Follow these cues to master proper technique and stay safe through every rep.

  1. Step 1Setup
    • Attach a cable handle to a low pulley on a cable machine.
    • Kneel next to the machine, ensuring that the cable is positioned at your side.
  2. Step 2Position Yourself
    • Kneel on the floor with one knee on the ground and the other foot flat on the floor for stability.
    • Grab the cable handle with the hand closest to the machine, keeping your other hand on your hip or behind your head.

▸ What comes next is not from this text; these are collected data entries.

def _redact(url: str) -> str:
    """The URL without its password (never log secrets)."""
    try:
        return sa.engine.make_url(url).render_as_string(hide_password=True)
    except Exception:  # noqa: BLE001 - best effort for messages only
        return "<store url>"


def owner_id() -> str:
    return f"{socket.gethostname()}:{os.getpid()}"
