"""Partial results of ``zetascan verify``: every exact solve kept on disk as it finishes.

Where
-----
A side file next to the chain, ``<chain stem>.verify_partial.h5`` (``chain.h5`` ->
``chain.verify_partial.h5``), group ``verify_partial``; it is deleted once the final
``verify`` group of the chain file is written.  Not a group of the chain file, because:

* the chain file holds the whole sampling run and is written by emcee's backend without
  SWMR; appending a point every few seconds to it would expose the chain itself to a
  SIGKILL in the middle of an HDF5 write, while a damaged side file loses at most the
  partial results;
* appending crash-safely needs SWMR mode (``libver="latest"``, "open for writing" flags
  that :func:`scan.store.recover_store` clears by copying the whole file): that would
  change the chain file's format and make a recovery rewrite the chain;
* HDF5 does not give back the space of a deleted group, so a partial group would grow
  the chain file with every verification; a side file is simply removed.

Layout (every dataset has a ``units`` attribute)
------------------------------------------------
Root attributes: provenance (:func:`scan.store.provenance`) and ``kind``.  Group
``verify_partial``: the draw as attributes (:class:`Draw`: ``samples``, ``seed``,
``burn_in``, ``thin``, ``available``, ``indices``, ``config_sha256``, ``chain_sha256``
and ``exact_solver``), and one row per finished solve, in the order they finished:

* ``index`` — the key: the sample's index into the flattened samples after burn-in and
  thinning (written last; fill value -1);
* ``theta`` (rows, dim), ``valid`` (int8), ``scalars`` (rows, 7; columns :data:`SCALARS`);
* ``array_start``, ``array_length`` (rows, 4; columns :data:`ARRAYS`) into ``arrays``: the
  four arrays of each outcome's observables, concatenated into one growing float64 set;
* ``text_start``, ``text_length`` into ``text`` (uint8): each outcome's reason and notes
  as UTF-8 JSON (``{"reason": ..., "notes": [...]}``), never truncated.

Crash safety is that of the training store (:mod:`scan.surrogate.store`): fixed-size
types only, every dataset created before the file is put in SWMR mode, a flush after the
row's values and another after its ``index``, so a SIGKILL loses at most the solves in
flight and a torn row (``index`` still -1, or rows beyond it) is ignored and overwritten.
Only the master process writes; the lock file and the recovery of a file left flagged by
a killed writer are :func:`scan.store.open_single_writer`'s.
"""
from __future__ import annotations

import dataclasses
import hashlib
import json
import os
from collections.abc import Callable, Iterable
from pathlib import Path
from typing import Any

import h5py
import numpy as np

from scan.errors import InputFileError
from scan.observables import Observables
from scan.posterior.exact import ExactOutcome
from scan.store import (KIND_ATTRS, SingleWriter, append_bytes, config_hash, provenance,
                        put_rows, require_space, write_attrs)

GROUP = "verify_partial"
KIND = KIND_ATTRS["verify_partial"]
#: Scalar fields of :class:`~scan.observables.Observables` (columns of ``scalars``).
SCALARS: tuple[str, ...] = ("f_pbh_total", "n_s", "r", "N_star", "ln_1e10_as", "k_peak",
                            "P_peak", "f_gw_peak", "omega_gw_h2_peak")
#: Array fields (columns of ``array_length``) and their units.
ARRAYS: dict[str, str] = {"f_hz": "Hz", "omega_gw_h2": "1", "m_msun": "M_sun",
                          "f_pbh_per_lnm": "1"}
#: Fields not stored: the PBH conventions follow from the run's stored config, the notes
#: are kept in the text column, and an exact solve's masses are never shifted; the
#: non-Gaussian map and the Gaussian comparison total are not (yet) part of the
#: verification (issue 15 step 4); the QCD-era conventions follow from the stored config
#: (both sides compute with them: the exact side per spectrum, the surrogate side with the
#: threshold plan's per-epoch thresholds and exponents); the GW kernel likewise (verify takes the
#: radiation kernel only: the tabulated QCD-era kernel is refused on the sampler path).
NOT_STORED: tuple[str, ...] = ("conventions", "notes", "ln_mass_shift", "zeta_map",
                               "f_pbh_total_gaussian", "qcd", "sigw_kernel")
BUSY = ("another 'zetascan verify' of this chain is running (it holds these partial "
        "results); wait for it or stop it first")
Log = Callable[[str], None]


@dataclasses.dataclass(frozen=True)
class Draw:
    """What the partial results are of: resuming requires every field to be equal.

    Attributes
    ----------
    samples, seed, burn_in, thin, available : int
        M, ``run.seed``, the chain's burn-in and thinning [steps], the samples after them.
    indices : tuple of int
        The drawn indices (:func:`scan.verify.compare.draw_indices`).
    config_sha256 : str
        Of the run's stored config (what every exact solve used).
    chain_sha256 : str
        Of the samples after burn-in and thinning (changes when the chain is extended).
    exact_solver : str
        The exact side's ``describe()`` (outcomes of two solvers are not mixed).
    """

    samples: int
    seed: int
    burn_in: int
    thin: int
    available: int
    indices: tuple[int, ...]
    config_sha256: str
    chain_sha256: str
    exact_solver: str

    @classmethod
    def from_attrs(cls, attrs: Any) -> "Draw":
        """Read back from the group's attributes."""
        return cls(*(int(attrs[k]) for k in ("samples", "seed", "burn_in", "thin",
                                             "available")),
                   tuple(int(i) for i in np.atleast_1d(attrs["indices"])),
                   *(str(attrs[k]) for k in ("config_sha256", "chain_sha256",
                                             "exact_solver")))

    def differences(self, requested: "Draw") -> list[str]:
        """What differs, as ``"name: stored -> requested"`` lines (empty: resumable)."""
        out = [f"{name}: {getattr(self, key)} -> {getattr(requested, key)}"
               for key, name in (("samples", "samples"), ("seed", "seed (run.seed)"),
                                 ("burn_in", "burn-in"), ("thin", "thin"),
                                 ("available", "samples after burn-in and thinning"))
               if getattr(self, key) != getattr(requested, key)]
        if self.chain_sha256 != requested.chain_sha256:
            out.append("the chain's samples changed since (was it sampled further?)")
        if self.config_sha256 != requested.config_sha256:
            out.append("the run's stored config changed since")
        if self.exact_solver != requested.exact_solver:
            out.append(f"exact solver: '{self.exact_solver}' -> '{requested.exact_solver}'")
        if not out and self.indices != requested.indices:
            out.append("the drawn indices differ (another numpy random generator?)")
        return out


def draw_of(run: Any, index: np.ndarray, exact_solver: str) -> Draw:
    """The :class:`Draw` of ``index`` from a :class:`scan.verify.run.Run`."""
    samples = np.ascontiguousarray(run.samples, dtype=np.float64)
    return Draw(len(index), int(run.config.run.seed), int(run.burn_in), int(run.thin),
                len(samples), tuple(int(i) for i in index),
                config_hash(run.config.effective_text),
                hashlib.sha256(samples.tobytes()).hexdigest(), exact_solver)


def partial_path(chain: str | Path) -> Path:
    """``<folder>/<chain stem>.verify_partial.h5`` next to the chain file."""
    chain = Path(chain)
    return chain.with_name(f"{chain.stem}.verify_partial.h5")


# ----------------------------------------------------------------------- encoding
def _check_fields(cls: type) -> None:
    names = {f.name for f in dataclasses.fields(cls)}
    if names != set(SCALARS) | set(ARRAYS) | set(NOT_STORED):
        raise RuntimeError(f"{cls.__name__} fields {sorted(names)} are not the stored "
                           f"{sorted(SCALARS + tuple(ARRAYS))} and the derived "
                           f"{sorted(NOT_STORED)}: update scan.verify.partial")


def _encode(outcome: ExactOutcome) -> tuple[int, np.ndarray, np.ndarray, np.ndarray, bytes]:
    """``(valid, scalars, array lengths, concatenated arrays, text)`` of one outcome."""
    text = json.dumps({"reason": str(outcome.reason), "notes": list(outcome.notes)},
                      ensure_ascii=False).encode("utf-8")
    obs = outcome.observables
    if obs is None:
        return 0, np.full(len(SCALARS), np.nan), np.zeros(len(ARRAYS), np.int64), \
            np.zeros(0), text
    _check_fields(type(obs))
    arrays = [np.asarray(getattr(obs, name), np.float64).ravel() for name in ARRAYS]
    return 1, np.array([getattr(obs, name) for name in SCALARS], np.float64), \
        np.array([len(a) for a in arrays], np.int64), np.concatenate(arrays), text


def _decode(rows: dict[str, np.ndarray], arrays: np.ndarray, text: np.ndarray,
            row: int) -> ExactOutcome:
    t0 = int(rows["text_start"][row])
    meta = json.loads(text[t0:t0 + int(rows["text_length"][row])].tobytes().decode("utf-8"))
    reason, notes = meta["reason"], tuple(meta["notes"])
    if not rows["valid"][row]:
        return ExactOutcome(None, reason, notes)
    _check_fields(Observables)
    bounds = int(rows["array_start"][row]) + np.concatenate(
        [[0], np.cumsum(rows["array_length"][row])])
    fields: dict[str, Any] = {name: arrays[bounds[k]:bounds[k + 1]].copy()
                              for k, name in enumerate(ARRAYS)}
    fields.update({name: float(v) for name, v in zip(SCALARS, rows["scalars"][row])})
    return ExactOutcome(Observables(**fields, notes=notes), reason, notes)


# ----------------------------------------------------------------------- the file
def _growing(group: h5py.Group, name: str, shape: tuple[int, ...], dtype: Any, units: str,
             description: str, fill: Any = None, chunk: int = 64) -> h5py.Dataset:
    dset = group.create_dataset(name, shape=(0, *shape), maxshape=(None, *shape),
                                dtype=dtype, chunks=(chunk, *shape), fillvalue=fill)
    write_attrs(dset, {"units": units, "description": description})
    return dset


def create_partial(path: Path, draw: Draw, dim: int, config: Any) -> None:
    """Write empty partial results under a temporary name and rename them into place."""
    tmp = path.with_name(f".{path.name}.tmp-{os.getpid()}")
    try:
        with h5py.File(tmp, "w", libver="latest") as handle:  # SWMR needs "latest"
            write_attrs(handle, provenance(config.effective_text, config.run.seed))
            handle.attrs["kind"] = KIND
            g = handle.create_group(GROUP)
            write_attrs(g, {**dataclasses.asdict(draw),
                            "indices": np.asarray(draw.indices, np.int64)})
            _growing(g, "index", (), "i8", "1", "drawn sample (index into the samples "
                     "after burn-in and thinning); -1: row not complete", fill=-1)
            _growing(g, "theta", (dim,), "f8", "1", "the sample (parameter units)")
            _growing(g, "valid", (), "i1", "1", "the exact model is valid")
            _growing(g, "scalars", (len(SCALARS),), "f8", "see attribute columns",
                     "scalar observables (NaN when invalid)").attrs["columns"] = list(SCALARS)
            _growing(g, "array_start", (), "i8", "1", "first element in 'arrays'")
            _growing(g, "array_length", (len(ARRAYS),), "i8", "1",
                     "elements in 'arrays'").attrs["columns"] = list(ARRAYS)
            _growing(g, "arrays", (), "f8", ", ".join(f"{k} [{u}]" for k, u in ARRAYS.items()),
                     "the observables' arrays, concatenated in the order of the columns",
                     chunk=4096)
            _growing(g, "text_start", (), "i8", "1", "first byte in 'text'")
            _growing(g, "text_length", (), "i8", "1", "bytes in 'text'")
            _growing(g, "text", (), "u1", "1", "UTF-8 JSON {reason, notes} of each outcome",
                     chunk=4096)
        os.replace(tmp, path)
    finally:
        if tmp.exists():
            tmp.unlink()


ROWS = ("theta", "valid", "scalars", "array_start", "array_length", "text_start",
        "text_length")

  3. Step 3Engage Your Core
    • Tighten your core muscles to stabilize your body throughout the movement.
    • Keep your back straight and avoid leaning forward or backward.
  4. Step 4Perform the Crunch
    • Pull the cable handle down towards your hip while bending your torso to the side, engaging your oblique muscles.
    • Focus on using your core to perform the movement rather than pulling with your arm.
  5. Step 5Return to Starting Position
    • Slowly return to the starting position by allowing the cable to pull you back up while maintaining control.
    • Keep your movements smooth and avoid using momentum.
  6. Step 6Repeat
    • Perform the desired number of repetitions on one side before switching to the other side.
    • Ensure that you maintain proper form throughout each repetition.
  7. Step 7Finish the Exercise
    • After completing your sets, carefully release the cable handle and stand up.
    • Make sure to maintain good posture as you finish the exercise.